_AIM OF THE TASK_
Run through the data and copy out every line that mentions the word "pole".

_DATA RECORDS_

// What a linear phase takes from both sides of a click stands ahead of it to the
// decibel; by minimum phase nothing does; backwards, all of it.
func TestEarlyEnergyByPhase(t *testing.T) {
	const rate = 48000
	const highpass = "highpass: {at: 70 Hz, order: 4}"
	at := []int{60000, 108000, 156001, 204007}
	x := silence(rate, 5)
	for _, n := range at {
		x[n] = 0.5
	}
	linear := filtered(t, rate, x, highpass, filter.Linear)
	minimum := filtered(t, rate, x, highpass, filter.Minimum)
	maximum := reversed(filtered(t, rate, reversed(x), highpass, filter.Minimum))
	for name, y := range map[string][]float64{"linear": linear, "maximum": maximum} {
		c, list := compared(t, rate, x, y)
		if c.Onsets != len(at) || c.Early[0].Count != len(at) {
			t.Fatalf("%s: %+v", name, c)
		}
		for i, o := range list {
			for j, want := range earlyBySums(y, rate, o.Time+o.Shift) {
				within(t, fmt.Sprintf("%s, onset %d, before %g s", name, i, EarlyTimes[j]), o.Early[j], want, 0.1)
			}
			within(t, "shift", o.Shift, 0, 5e-6)
		}
		t.Logf("%s: %.1f dB at %v s", name, list[0].Early, EarlyTimes)
	}
	_, want := compared(t, rate, x, linear)
	for _, samples := range []int{240, 700} {
		_, got := compared(t, rate, x, delayed(linear, samples))
		for i, o := range got {
			for j, level := range o.Early {
				within(t, "late as a whole", level, want[i].Early[j], 0.01)
			}
		}
	}
	c, _ := compared(t, rate, x, minimum)
	for i, s := range c.Early {
		if s.Count != len(at) || s.Worst != figures.None {
			t.Errorf("minimum phase, before %g s: %+v", EarlyTimes[i], s)
		}
	}
}

// earlyBySums is early energy by its definition, where all else is silent.
func earlyBySums(y []float64, rate int, onset float64) (levels [len(EarlyTimes)]float64) {
	pole := math.Exp(-2 * math.Pi * highpassHz / float64(rate))
	var before, out float64
	var early [len(EarlyTimes)]float64
	var energy float64
	for n, v := range y {
		out = (1+pole)/2*(v-before) + pole*out
		before = v
		since := float64(n)/float64(rate) - onset
		if since >= 0 && since < attackEnds {
			energy += out * out
		}
		for i, t := range EarlyTimes {
			if since >= -earlySpan && since < -t {
				early[i] += out * out
			}
		}
	}
	for i := range levels {
		levels[i] = 10 * math.Log10(early[i]/energy)
	}
	return levels
}

// Everything backwards changes the sign of time: what came later comes earlier.
func TestReversedTime(t *testing.T) {
	const rate = 16000
	x := silence(rate, 4)
	for _, at := range []float64{1, 2, 3} { // as sharp at either end
		tone(x, rate, 3000, at, func(t float64) float64 {
			if t > 0.2 {
				return 0
			}
			return 0.3
		})
	}
	y := delayed(x, 37)
	_, forward := compared(t, rate, x, y)
	_, backward := compared(t, rate, reversed(x), reversed(y))
	if len(forward) != 3 || len(backward) != 3 {
		t.Fatalf("%d and %d onsets", len(forward), len(backward))
	}
	for i := range forward {
		within(t, "forward", forward[i].Shift*rate, 37, 1e-5)
		within(t, "backward", backward[i].Shift*rate, -37, 1e-5)
	}
}

// Noise that swells ahead of an onset in the original is no pre-ring; the same in
// the processed recording only is.
func TestBreathBeforeAnOnset(t *testing.T) {
	const rate = 48000
	x, y := silence(rate, 6), silence(rate, 6)
	for i, at := range []float64{1, 2, 3, 4, 5} {
		strike := func(x []float64) { tone(x, rate, 1500, at, decay(0.02)) }
		strike(x)
		strike(y)
		breath := noise(silence(rate, 0.03), 0.01, uint64(i))
		copy(y[int((at-0.04)*rate):], breath)
		for n, v := range breath {
			x[int((at-0.04)*rate)+n] += v
		}
	}
	noise(x, 1e-5, 8)
	noise(y, 1e-5, 9)
	both, _ := compared(t, rate, x, y)
	if both.Early[0].Count < 5 || both.Early[0].Worst > figures.None {
		t.Errorf("in both: %+v", both.Early[0])
	}
	within(t, "floor", both.Floor.Median, 10*math.Log10(3*0.03e-4/(0.5*0.01)), 0.5)
	for _, at := range []int{1, 2, 3, 4, 5} {
		clear(x[at*rate-rate/10 : at*rate-rate/1000])
	}
	// 30 ms of 1e-4 over 50 ms of a tone that decays in 20 ms: 0.5·10 ms.
	c, _ := compared(t, rate, x, y)
	within(t, "in the processed recording", c.Early[0].Median, 10*math.Log10(0.03e-4/(0.5*0.01)), 0.5)
	within(t, "beyond 20 ms", c.Early[3].Median, 10*math.Log10(0.02e-4/(0.5*0.01)), 0.5)
}

// A background that hides anything over -20 dB leaves early energy not stated, with
// a reason.
func TestHiddenEarlyEnergy(t *testing.T) {
	const rate = 48000
	x := silence(rate, 6)
	for _, at := range []int{1, 2, 3, 4, 5} {
		x[at*rate] = 0.5
	}
	noise(x, 0.0005, 1)
	tone(x, rate, 700, 0, func(t float64) float64 { return 0.0017 * math.Sin(2*math.Pi*1.3*t) })
	c, list := compared(t, rate, x, x)
	if len(list) != 5 || c.Early[2].Count != 0 || c.NotStated["early_5ms"] == "" || c.NotStated["early_floor"] == "" {
		t.Errorf("%d onsets, early %+v, reasons %v", len(list), c.Early[2], c.NotStated)
	}
}

// An onset that the treatment takes away, or moves too far, is lost and says so.
func TestLostOnsets(t *testing.T) {
	x, _ := strikes(16000, 10, 0.4, 0)
	for name, y := range map[string][]float64{
		"silence":  silence(16000, 10),
		"constant": noise(silence(16000, 10), 0.1, 1),
	} {
		c, list := compared(t, 16000, x, y)
		if c.Onsets < 20 || c.Lost != c.Onsets || c.Shift.Count != 0 || !math.IsNaN(c.Shift.Worst) {
			t.Errorf("%s: %d onsets, %d lost, shift %+v", name, c.Onsets, c.Lost, c.Shift)
		}
		if c.NotStated["shift"] == "" || len(list) != c.Onsets {
			t.Errorf("%s: %d listed, reasons %v", name, len(list), c.NotStated)
		}
	}
	half := append(x[:80000:80000], silence(16000, 5)...)
	if c, _ := compared(t, 16000, x, half); c.Lost < 8 || c.Onsets-c.Lost < 8 {
		t.Errorf("half: %d onsets, %d lost", c.Onsets, c.Lost)
	}
}

// An onset into whose quiet the treatment spreads sound is no longer clear: neither
// shifted nor lost.
func TestBlurredOnsets(t *testing.T) {
	const rate = 48000
	x := silence(rate, 6)
	for _, at := range []float64{1, 2, 3, 4, 5} {
		tone(x, rate, 1500, at, decay(0.05))
	}
	y := noise(append([]float64{}, x...), 0, 1)
	for at := rate; at < 6*rate; at += rate {
		noise(y[at-rate*15/1000:at], 0.2, uint64(at)) // 11 dB under
	}
	c, _ := compared(t, rate, x, y)
	if c.Onsets != 5 || c.Blurred != 5 || c.Lost != 0 || c.Shift.Count != 0 || c.NotStated["shift"] == "" {
		t.Errorf("%+v", c)
	}
	// 15 ms of 0.04 up to 1 ms before, re 25 ms of 0.5 less what comes after 50 ms.
	within(t, "early", c.Early[0].Median, 10*math.Log10(0.014*0.04/(0.025*0.5*(1-math.Exp(-2)))), 0.3)
	// A tone that sounds all the time, 11 dB under.
	y = append([]float64{}, x...)
	tone(y, rate, 5200, 0, func(float64) float64 { return math.Pow(10, -11.0/20) })
	if c, _ := compared(t, rate, x, y); c.Blurred != 5 {
		t.Errorf("%d blurred under a tone, %d lost", c.Blurred, c.Lost)
	}
}

// A sound that sets in at once and one that takes its time: each level is reached
// when the formula says, though it is long after the original's peak.
func TestSmearedOnsets(t *testing.T) {
	const rate = 48000
	x, y := silence(rate, 6), silence(rate, 6)
	const long = 0.03
	for _, at := range []float64{1, 2, 3, 4, 5} {
		tone(x[:int((at+0.6)*rate)], rate, 4000, at, decay(0.02))
		tone(y[:int((at+0.6)*rate)], rate, 4000, at, func(t float64) float64 { return ramp(long)(t) * math.Exp(-max(t-long, 0)/0.02) })
	}
	c, list := compared(t, rate, x, y)
	if c.Onsets != 5 || c.Shift.Count != 5 {
		t.Fatalf("%+v", c)
	}
	// The window rounds the peak off: its first half is a line, its second a decay.
	for _, o := range list {
		within(t, "shift", o.Shift, math.Sqrt(0.1*0.96)*long+lead, 0.2e-3)
		within(t, "rise", o.Rise+o.RiseChange, (math.Sqrt(0.9*0.96)-math.Sqrt(0.1*0.96))*long, 0.5e-3)
	}
	// What takes 100 ms is no onset at all.
	z := silence(rate, 6)
	for _, at := range []float64{1, 2, 3, 4, 5} {
		tone(z[:int((at+0.6)*rate)], rate, 4000, at, func(t float64) float64 { return math.Min(t/0.1, math.Max(0, 4-t/0.15)) })
	}
	if c, _ := compared(t, rate, x, z); c.Blurred != 5 {
		t.Errorf("a swell: %+v", c)
	}
}

// A voice's first pulse is often weak, and its pulses are alike. A treatment that
// changes the balance but delays nothing must not be seen to move the onset by a
// pulse, nor to take another sound for it.
func TestVoice(t *testing.T) {
	const rate = 48000
	x := silence(rate, 12)
	for i := range 20 {
		begin := 0.5 + 0.55*float64(i)
		for p := range 12 {
			level := 0.05 + 0.3*min(float64(p), 1) // 17 dB
			pulse := x[int((begin+0.0125*float64(p))*rate):][:rate/20]
			tone(pulse, rate, 700+50*float64(i), 0, func(t float64) float64 { return level * math.Exp(-t/0.0025) })
			tone(pulse, rate, 3100, 0, func(t float64) float64 { return 0.2 * level * math.Exp(-t/0.001) })
		}
	}
	noise(x, 3e-4, 1)
	for _, stage := range []string{"highshelf: {at: 3 kHz, gain: 6 dB}", "bell: {at: 2 kHz, gain: -6 dB, q: 1}"} {
		c, _ := compared(t, rate, x, filtered(t, rate, x, stage, filter.Linear))
		t.Logf("%s: %d onsets, %d blurred, shift %.0f µs, worst %.0f", stage, c.Onsets, c.Blurred, 1e6*c.Shift.Median, 1e6*c.Shift.Worst)
		if c.Onsets != 20 || c.Shift.Count < 18 || !(math.Abs(c.Shift.Worst) < 0.3e-3) {
			t.Errorf("%s: %+v", stage, c)
		}
	}
	c, list := compared(t, rate, x, scaled(x, 0.7))
	within(t, "softer", c.Shift.Worst, 0, 1e-9)
	for i, o := range list {
		within(t, "the first pulse", o.Time, 0.5+0.55*float64(i), 0.5e-3)
	}
}

// Few onsets have a worst, but no median and no percentile.
func TestFewOnsets(t *testing.T) {
	for _, n := range []int{1, 4, 5, 19, 20} {
		x := silence(16000, float64(n+1)/2)
		for i := range n {
			x[(i+1)*8000-4000] = 0.3
		}
		c, _ := compared(t, 16000, x, x)
		if c.Onsets != n {
			t.Fatalf("%d onsets of %d", c.Onsets, n)
		}
		median, percentile := !math.IsNaN(c.Shift.Median), !math.IsNaN(c.Shift.Percentile95)
		if median != (n >= 5) || percentile != (n >= 20) || !(math.Abs(c.Shift.Worst) < 1e-12) {
			t.Errorf("%d onsets: %+v", n, c.Shift)
		}
		if median == (c.NotStated["shift.median"] != "") || percentile == (c.NotStated["shift.percentile_95"] != "") {
			t.Errorf("%d onsets: %v", n, c.NotStated)
		}
	}
}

_PROBLEM SOLUTION_
	pole := math.Exp(-2 * math.Pi * highpassHz / float64(rate))
		out = (1+pole)/2*(v-before) + pole*out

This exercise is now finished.